How did you overcome the suicidal ideations?

Without giving away the end of the play, I had a spiritual awakening. Now that wasn't all of it, but it was what sent me on the path to getting better and dealing with what I was going through. When you're in a depressive bout, you're being inundated with inaccurate info. There's a voice that's telling you, 'You're no good, you're not worthy, no one's going to miss you,' and after a while the voice starts to win. So I was able to develop the tools to deal with it. That doesn't say I don't go into despair still.

Last summer I had the most difficult bout of my life. It was worse than The Waiting Period. It lasted several months, but I got through it. I became very public about it, because I thought maybe I could help some people. You never know how many people deal with mental illness, because of the stigma. Society doesn't understand it, so people keep it to themselves and are dying. So I made it a mission to help people through that.

What inspired The Waiting Period was a 15-year-old kid that I never met who was a nephew of friends of mine, and he laid down in front of a train.  When that happened, I said, 'OK, I'm going to tell the story.' The Waiting Period has since saved people's lives. Right now we're doing a GoFundMe to try to do The Waiting Period for a year at no charge in 2016. Especially to reach out to high school and college kids, 'cause there's an epidemic.

Are you already working on a new show?

The new show is going to be about single parenting. It's going to be called Grandma and Me. When I was 14, my mother died and left me and my four younger sisters to Grandma who raised us. Then flash forward to 2001, and I'm a single dad raising my kids. I want to look at why single mothers are vilified by society, yet I'm a hero for taking care of my kids. 

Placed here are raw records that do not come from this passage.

using Selector.Engine.Circuits;
using Selector.Engine.Parts;
using Selector.Engine.Parts.Families;
using Selector.Engine.Ranking;
using Selector.Engine.Supplies;
using Selector.Engine.Tests.Support;

namespace Selector.Engine.Tests.Ranking;

/// <summary>
/// The ranking screens and searches only what decides. Here every part is fitted and the whole supply assessed, without either:
/// who holds must be the same, and so must the margins.
/// </summary>
public class WholeAgainstScreenedTests
{
    [Theory]
    [InlineData("dc", "C1", 1)]
    [InlineData("dc", "D5", 2)]
    [InlineData("dc", "L1", 3)]
    [InlineData("dc", "U1", 4)]
    [InlineData("mains", "C1", 5)]
    [InlineData("mains", "T1", 6)]
    public void Every_part_gets_the_standing_that_the_whole_assessment_gives_it(string source, string position, int seed)
    {
        var requirement = Requirement.Empty.With("source", source).With(CommonFields.OutputVoltage, "5 V").With(CommonFields.OutputRipple, "0.2")
            .With("short.held", source == "dc" ? "held" : "none");
        var model = SupplyModel.Build(Standard.Registry, RequirementReader.Read(Standard.Registry, requirement));
        var fittings = DemoParts.Fitted(requirement).Fittings;
        var parts = Variants(fittings[position].Part, new CounterRandom((ulong)seed), 40).ToList();

        var ranking = Engine.Ranking.Ranker.Rank(model, fittings, position, parts, TestPolicy.Industrial, default);

        var holding = 0;
        foreach (var candidate in ranking.Candidates)
        {
            var whole = Assessor.Assess(model, fittings.SetItem(position, candidate.Fitting), TestPolicy.Industrial, Budget.Standard);
            var own = whole.Positions.Single(p => p.Spec.Id == position);
            var usable = own.Rows.All(r => r.Verdict != Verdict.NotUsable);
            var margin = own.Limiting?.Margin;
            holding += candidate.Standing == Standing.Holds ? 1 : 0;
            if (candidate.Standing == Standing.Holds)
            {
                Assert.True(usable && margin >= -1e-4, $"{candidate.Part.OrderingCode} {margin}");
            }

            if (candidate.Limiting?.Margin is { } ranked && usable)
            {
                Assert.Equal(margin!.Value, ranked, 1e-4 * Math.Max(1, Math.Abs(ranked)));
            }

            if (candidate.MarginAtMost is { } most && usable)
            {
                Assert.True(margin <= most + 1e-4 * Math.Max(1, Math.Abs(most)), $"{candidate.Part.OrderingCode} {margin} above {most}");
            }

            if (candidate.Elsewhere?.Margin is { } elsewhere)
            {
                var row = whole.Rows.Single(r => r.Id == candidate.Elsewhere.Id);
                if (row.Margin is { } worst)
                {
                    Assert.Equal(worst, elsewhere, 1e-3 * Math.Max(1, Math.Abs(worst)));
                }
                else
                {
                    // A supply that runs away somewhere with this part may have no solution at that row's own corner; it must not hold.
                    Assert.True(candidate.Standing != Standing.Holds, $"{candidate.Part.OrderingCode}: {row.Id} {row.Verdict} {row.Reason}, ranked {elsewhere}");
                }
            }
        }

        Assert.True(holding >= 1 && holding < ranking.Candidates.Length, $"{holding} hold: " + string.Join("; ", ranking.Candidates.Take(5).Select(c => c.Reason)));
    }

    /// <summary>The part with every rating varied, so that some hold and some do not.</summary>
    private static IEnumerable<Part> Variants(Part part, CounterRandom random, int count)
    {
        for (var i = 0; i < count; i++)
        {
            var varied = part with { OrderingCode = $"V{i:00}" };
            foreach (var rating in part.Family.Ratings.Where(r => !r.IsChoice && part.Has(r.Key) && r.Key is not (TransformerFamily.Primary or TransformerFamily.Halves)))
            {
                varied = varied.With(rating.Key, part[rating.Key] * random.Between(0.6, 1.6));
            }

            yield return varied;
        }
    }
}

How do you decide which issues are appropriate for your stand-up show, and which are better tackled onstage? 

There are some issues that are just radioactive and you really can't touch for a long, long time. But for the most part, I've always said as a stand-up there are two issues I would never make jokes about, because there's nothing funny about them, and that's AIDS and the Holocaust. Now, if I were writing a play I wouldn't avoid those issues if I had something to say that was valuable and constructive and I could say in an entertaining fashion. 

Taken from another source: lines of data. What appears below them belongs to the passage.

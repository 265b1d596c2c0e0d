package readers

import (
	"errors"
	"fmt"
	"io/fs"
	"os"
	"path/filepath"
	"strings"
)

// follow finds the file that another one names. Paths are relative to the file that
// names them. One that is absolute, or that leaves the folder of the file which the
// call names, is looked for by its base name beside the referring file; it is followed
// as it stands only if that is allowed.
func (o *opener) follow(from *file, reference string) (*file, error) {
	if reference == "" {
		return nil, malformed("found no name of a file")
	}
	path := reference
	if !filepath.IsAbs(path) {
		path = filepath.Join(filepath.Dir(from.path), filepath.FromSlash(reference))
	}
	f, err := o.find(path)
	if err != nil && strings.Contains(reference, `\`) {
		if g, slashErr := o.follow(from, strings.ReplaceAll(reference, `\`, "/")); slashErr == nil {
			return g, nil
		}
	}
	if !o.isOutside(reference, path) {
		return f, err
	}
	if o.options.AllowOutside && err == nil {
		o.remark("outside-path", fmt.Sprintf("%s names %q, which lies outside its folder", from.path, reference))
		return f, nil
	}
	beside := filepath.Join(filepath.Dir(from.path), filepath.Base(path))
	if f, err := o.find(beside); err == nil {
		o.remark("outside-path", fmt.Sprintf("%s names %q, which lies outside its folder; read %s in its place", from.path, reference, beside))
		return f, nil
	}
	return nil, &reason{ErrReference, fmt.Sprintf("found a reference to %q outside the folder and no %q beside the file; copy it there or allow paths outside",
		reference, filepath.Base(path))}
}

// isOutside reports whether a path leaves the folder of the file that the call names.
func (o *opener) isOutside(reference, path string) bool {
	if filepath.IsAbs(reference) || filepath.VolumeName(reference) != "" {
		return true
	}
	inside, err := filepath.Rel(o.root, path)
	return err != nil || inside == ".." || strings.HasPrefix(inside, ".."+string(filepath.Separator))
}

// find looks at a file that another one names.
func (o *opener) find(path string) (*file, error) {
	info, err := os.Stat(path)
	switch {
	case err != nil:
		return nil, &reason{ErrReference, fmt.Sprintf("found a reference to %q: %v", path, pathReason(err))}
	case !info.Mode().IsRegular():
		return nil, &reason{ErrReference, fmt.Sprintf("found a reference to %q, which is no regular file", path)}
	}
	return &file{path: path, disk: path, size: info.Size(), bytes: info.Size()}, nil
}

func cleanPath(f *file) string { return filepath.Clean(f.path) }

// pathReason takes the path off a system's error, which messages put before it.
func pathReason(err error) error {
	if path := new(fs.PathError); errors.As(err, &path) {
		return path.Err
	}
	return err
}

So many comedians have struggled with depression that it almost seems like it's par for the course. In your opinion, are most comedians depressives?

I always say that if you put 100 comedians in a room and ask everyone with depression to raise their hands, 99 hands would go up and there'd be one liar. My own personal experience in knowing the comedians I do is that they're laughing so they don't cry. I'm sure some comedians are going to disagree with me, but the only two comics I've ever heard of who were not in some way messed up were Jack Benny and Jay Leno. But for the most part, we're struggling.

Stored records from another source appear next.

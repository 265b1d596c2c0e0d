package readers

import "strings"

// characters returns the text of an array of small whole numbers that are the bytes of
// one; nil when they are none.
func (a *column) characters(c *cursor, limits Limits) ([]string, error) {
	if a.Components != 1 || a.Tuples < 2 || a.Tuples > limits.Text {
		return nil, nil
	}
	data, err := a.bytes(c, 0, a.Tuples)
	if err != nil {
		return nil, err
	}
	return textOf(data), nil
}

// textOf returns bytes as a text when all of them are printable.
func textOf(data []byte) []string {
	for _, b := range data {
		if b < ' ' && b != '\n' && b != '\r' && b != '\t' || b == 0x7f {
			return nil
		}
	}
	return []string{strings.ToValidUTF8(string(data), "\ufffd")}
}

// strings returns the strings of an array, nil when it holds none: each is its bytes
// and a zero.
func (x *xmlFile) strings(a *column) []string {
	if a.number != stringNumber || a.content.Tuples == 0 || a.content.Tuples > x.limits.Text {
		return nil
	}
	data, err := a.content.bytes(x.cursor, 0, a.content.Tuples)
	if err != nil {
		return nil
	}
	var found []string
	for _, text := range strings.Split(strings.TrimSuffix(string(data), "\x00"), "\x00") {
		found = append(found, strings.ToValidUTF8(text, "\ufffd"))
	}
	return found
}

When I went on stage for the first time at 18, I had not planned to go onstage. After high school, I had this really bad bout of depression and the original Tommy T's had opened just up the street from my house. I called Tommy Thomas and said that I'd always wanted to try this and asked if there was an open mic. He said no, but that he had a comic out sick and asked if I could do 15 minutes. This was just four hours before the show, But being 18, I said, 'Sure.' Then I opened the paper and wrote a bunch of jokes about stuff that was going on at the time.  I did my set and they laughed. Because I had been so depressed, the public approval of strangers laughing at things I made up in my bedroom and clapping for me was a rush I had never heard before. It gave me self worth and the knowledge that I'm not the only comic who's on this drug for that reason. 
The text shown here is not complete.